Please let me know your experiences! Seeing consultant next Wednesday for next appointment so just want an insight before the appointment.

Thanks!


----------



## 678star-bex

I really wish I could be more help but just wanted to say good news about ur tubes. Having my HSG done in couple of hours. So nervous. I think I am ov'ing regularly but doc still suggested clomid (haven't got that far yet).


----------



## Keep going

Don't be nervous. It isn'tbad at all. A smear test is definitely more painful. I had no cramps at all. Good luck!


----------



## dizzikel

Keep going said:


> Hi
> Had my HSG done this morning and my tubes are clear, no issues at all. In fact the radiographer said it was text book!. Good news. My question is as we had been trying for 20 months and OH has had his tests done, what is the next test that they can do to see what the problem is. My bloods have been ok and consultant said i am ovulating as that was a concern at point!
> 
> Please let me know your experiences! Seeing consultant next Wednesday for next appointment so just want an insight before the appointment.
> 
> Thanks!

Hey, 

This sounds like a similar experience to mine. After a number of tests on both DH and I, the FS said that our infertility was classified unexplained. We have been TTC for 3 1/2 years. After my HSG, our FS put me on 2 months of clomid and it worked the first cycle. Sadly, it ended in a mc but I am now on my 2nd cycle of clomid again. It is likely that this might well be the next step for you especially since they can't find anything wrong! It is so frustrating, I know, so I have my fingers crossed for you! :hugs:


----------



## Blue Rainbow

Keep going said:


> Hi
> Had my HSG done this morning and my tubes are clear, no issues at all. In fact the radiographer said it was text book!. Good news. My question is as we had been trying for 20 months and OH has had his tests done, what is the next test that they can do to see what the problem is. My bloods have been ok and consultant said i am ovulating as that was a concern at point!
> 
> Please let me know your experiences! Seeing consultant next Wednesday for next appointment so just want an insight before the appointment.
> 
> Thanks!

Hi

Ive had my follow up appointment and the consultant went through all mine and DH test results, i have one tube that the end doesnt work and DH samples (done 3) all very different. We talked about the next step and because of my age he said theres no point in a lap and dye, he is putting us forward for IVF as long as i have lost 12lb by the next appointment which is the end of November with treatment starting January... i cant wait :happydance:
Fingers crossed you have good results at your appointment.


----------



## PR&TR13

Great news on your HSG test!! Mine didn't turn out so well but the FS had said that if they were cleared we were going to go through IUI but that's due to my DH having low motility. 

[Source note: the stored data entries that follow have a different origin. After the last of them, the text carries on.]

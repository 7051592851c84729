package web

import (
	"context"
	"io"
	"time"

	"rolloff/driver"
	"rolloff/sweep/plan"
	"rolloff/sweep/point"
	"rolloff/sweep/queue"
)

// Instrument is one bench instrument as GET /api/bench shows it.
type Instrument struct {
	Role      string          `json:"role"`
	Identity  driver.Identity `json:"identity"`
	Connected bool            `json:"connected"`
}

// BenchInfo is the body of GET /api/bench.
type BenchInfo struct {
	Name        string                 `json:"name,omitempty"`
	Simulated   bool                   `json:"simulated"`
	TimeScale   float64                `json:"time_scale"`
	LineHz      float64                `json:"line_hz,omitempty"`
	Roles       []string               `json:"roles"`
	Instruments []Instrument           `json:"instruments"`
	Limits      driver.GeneratorLimits `json:"limits"`
	Ranges      []driver.Range         `json:"converter_ranges,omitempty"`
	Window      *driver.Window         `json:"converter_window,omitempty"`
	Running     string                 `json:"running,omitempty"`
	Queued      int                    `json:"queued"`
}

// Estimate is the body of POST /api/plan/estimate.
type Estimate struct {
	Points          int        `json:"points"`
	RefineMaxPoints int        `json:"refine_max_points,omitempty"`
	DurationS       float64    `json:"duration_s"` // physical seconds
	TimeScale       float64    `json:"time_scale"` // physical seconds per wall second on this bench
	StartHz         float64    `json:"start_hz"`
	StopHz          float64    `json:"stop_hz"`
	Plan            *plan.Plan `json:"plan"` // with its defaults filled in
}

// backend is the bench, the scheduler and the run store as the server
// uses them; bridge.go implements it with the real packages.
type backend interface {
	queue.Backend
	Info() BenchInfo
	Limits() driver.GeneratorLimits
	// CheckThrough refuses a plan whose normalization run cannot be used.
	CheckThrough(p *plan.Plan) error
	Estimate(p *plan.Plan) (Estimate, error)
	Points(ctx context.Context, id string) ([]point.Point, error)
	// OpenFile opens an export of a run; name is already allowlisted.
	OpenFile(ctx context.Context, id, name string) (io.ReadSeekCloser, time.Time, error)
	Overlay(ctx context.Context, w io.Writer, format string, ids []string, diff bool) error
	// Confirmed is told that the operator confirmed a range (on the
	// simulated bench it moves the simulated range switch).
	Confirmed(rangeIndex int)
	// Halt switches the generator output off.
	Halt() error
}
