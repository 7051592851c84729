package main

import (
	"fmt"
	"io"

	"rolloff/sweep/analysis"
)

// printMaskVerdict prints the result's mask verdict, when the plan gave a
// mask: "mask: FAIL "name": 3 of 40 points outside; worst margin −0.212
// dB at 25.3 Hz (lower limit)".
func printMaskVerdict(w io.Writer, res map[string]any) {
	m, ok := res["mask"].(map[string]any)
	if !ok {
		return
	}
	word := "FAIL"
	if pass, _ := m["pass"].(bool); pass {
		word = "PASS"
	}
	name, _ := m["name"].(string)
	if name == "" {
		name, _ = m["file"].(string)
	}
	failed, _ := m["failed"].(float64)
	checked, _ := m["checked"].(float64)
	line := fmt.Sprintf("mask: %s %q: %d of %d points outside", word, name, int(failed), int(checked))
	if wm, ok := m["worst_margin_db"].(float64); ok {
		hz, _ := m["worst_hz"].(float64)
		lim, _ := m["worst_limit"].(string)
		line += fmt.Sprintf("; worst margin %+.3f dB at %s (%s limit)", wm, analysis.FormatHz(hz, 4), lim)
	}
	fmt.Fprintln(w, line)
}
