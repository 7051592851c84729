package main

import (
	"context"
	"flag"
	"fmt"
	"io"
	"path/filepath"

	"rolloff/sweep/analysis"
	"rolloff/sweep/batch"
	"rolloff/sweep/report"
)

func init() {
	register(&command{
		name:    "batch",
		summary: "compare the runs of several units: batch.csv and a summary PDF with yield and Cpk",
		run: func(ctx context.Context, env *cmdEnv, args []string) error {
			return batchMain(env.stdout, env.stderr, args)
		},
	})
}

// batchMain is the batch command on explicit writers.
func batchMain(stdout, stderr io.Writer, args []string) error {
	fs := flag.NewFlagSet("batch", flag.ContinueOnError)
	fs.SetOutput(stderr)
	out := fs.String("o", "", "output directory for batch.csv and batch-summary.pdf (required)")
	mask := fs.String("mask", "", "limit mask file (TOML or .json) every unit is checked against")
	ref := fs.String("reference", "", "run directory of the reference unit")
	paper := fs.String("paper", "a4", "paper size of the summary: a4 or letter")
	fs.Usage = func() {
		fmt.Fprintf(stderr, "usage: rolloff batch RUNDIR... [--mask FILE] [--reference RUNDIR] [--paper a4|letter] -o DIR\n\n"+
			"Analyses each run, checks it against the mask and writes DIR/batch.csv (one row per unit)\n"+
			"and DIR/batch-summary.pdf (yield, strip plots, overlay, statistics with Cpk).\n"+
			"Exit status %d when a unit fails the mask or cannot be analysed.\n\n", exitMaskFailed)
		fs.PrintDefaults()
	}
	runs, err := parseInterleaved(fs, args)
	if err != nil {
		return err
	}
	usage := func(e error) error { fs.Usage(); return &exitError{code: 2, err: e} }
	if len(runs) == 0 {
		return usage(fmt.Errorf("no runs: give run directories"))
	}
	if *out == "" {
		return usage(fmt.Errorf("-o DIR is required"))
	}
	pp, err := report.ParsePaper(*paper)
	if err != nil {
		return usage(fmt.Errorf("--paper %q: want a4 or letter", *paper))
	}
	opts := batch.Options{Reference: *ref}
	if *mask != "" {
		m, err := analysis.LoadMask(*mask)
		if err != nil {
			return err
		}
		opts.Mask = m
	}
	b, err := batch.Load(runs, opts)
	if err != nil {
		return err
	}
	if err := batch.Write(*out, b, pp, report.Version()); err != nil {
		return err
	}
	fmt.Fprintf(stdout, "%d units, %d pass, yield %.1f %%\nwrote %s and %s\n", len(b.Units), b.Passed, 100*b.Yield,
		filepath.Join(*out, batch.FileCSV), filepath.Join(*out, batch.FileSummary))
	if b.Passed < len(b.Units) {
		return &exitError{code: exitMaskFailed, err: fmt.Errorf("%d of %d units failed", len(b.Units)-b.Passed, len(b.Units))}
	}
	return nil
}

I do have a friend that was classified as unexplained infertility & they did an HSG test and the next month she got prg!!!! So I'm hoping that's your case :) I think that the FS really like clomid bc it gives you more chances :) best of luck!!!!


----------



## 678star-bex

Me again! All done I am ok in both. Now I am in limbo land like u.


----------



## wobberly

Hey, They will prob trial you on Clomid to boost Ovulation and your egg quality. 

x


----------



## Keep going

Thanks! I hate this waiting game, only 1 week until we see the consultant but I think it will feel like a lifetime!! 

Wobberley-Do you know if there are any weight restrictions /bmi issue with being put on clomid?

Dizzikel- Good luck with your cycle!
Blue Rainblow- good luck with your weight loss, it is something I need to get my head around too!
PR & TR 13- thanks for your wishes!
678star-bex- well done you- hoping the waiting isn't too bad for you!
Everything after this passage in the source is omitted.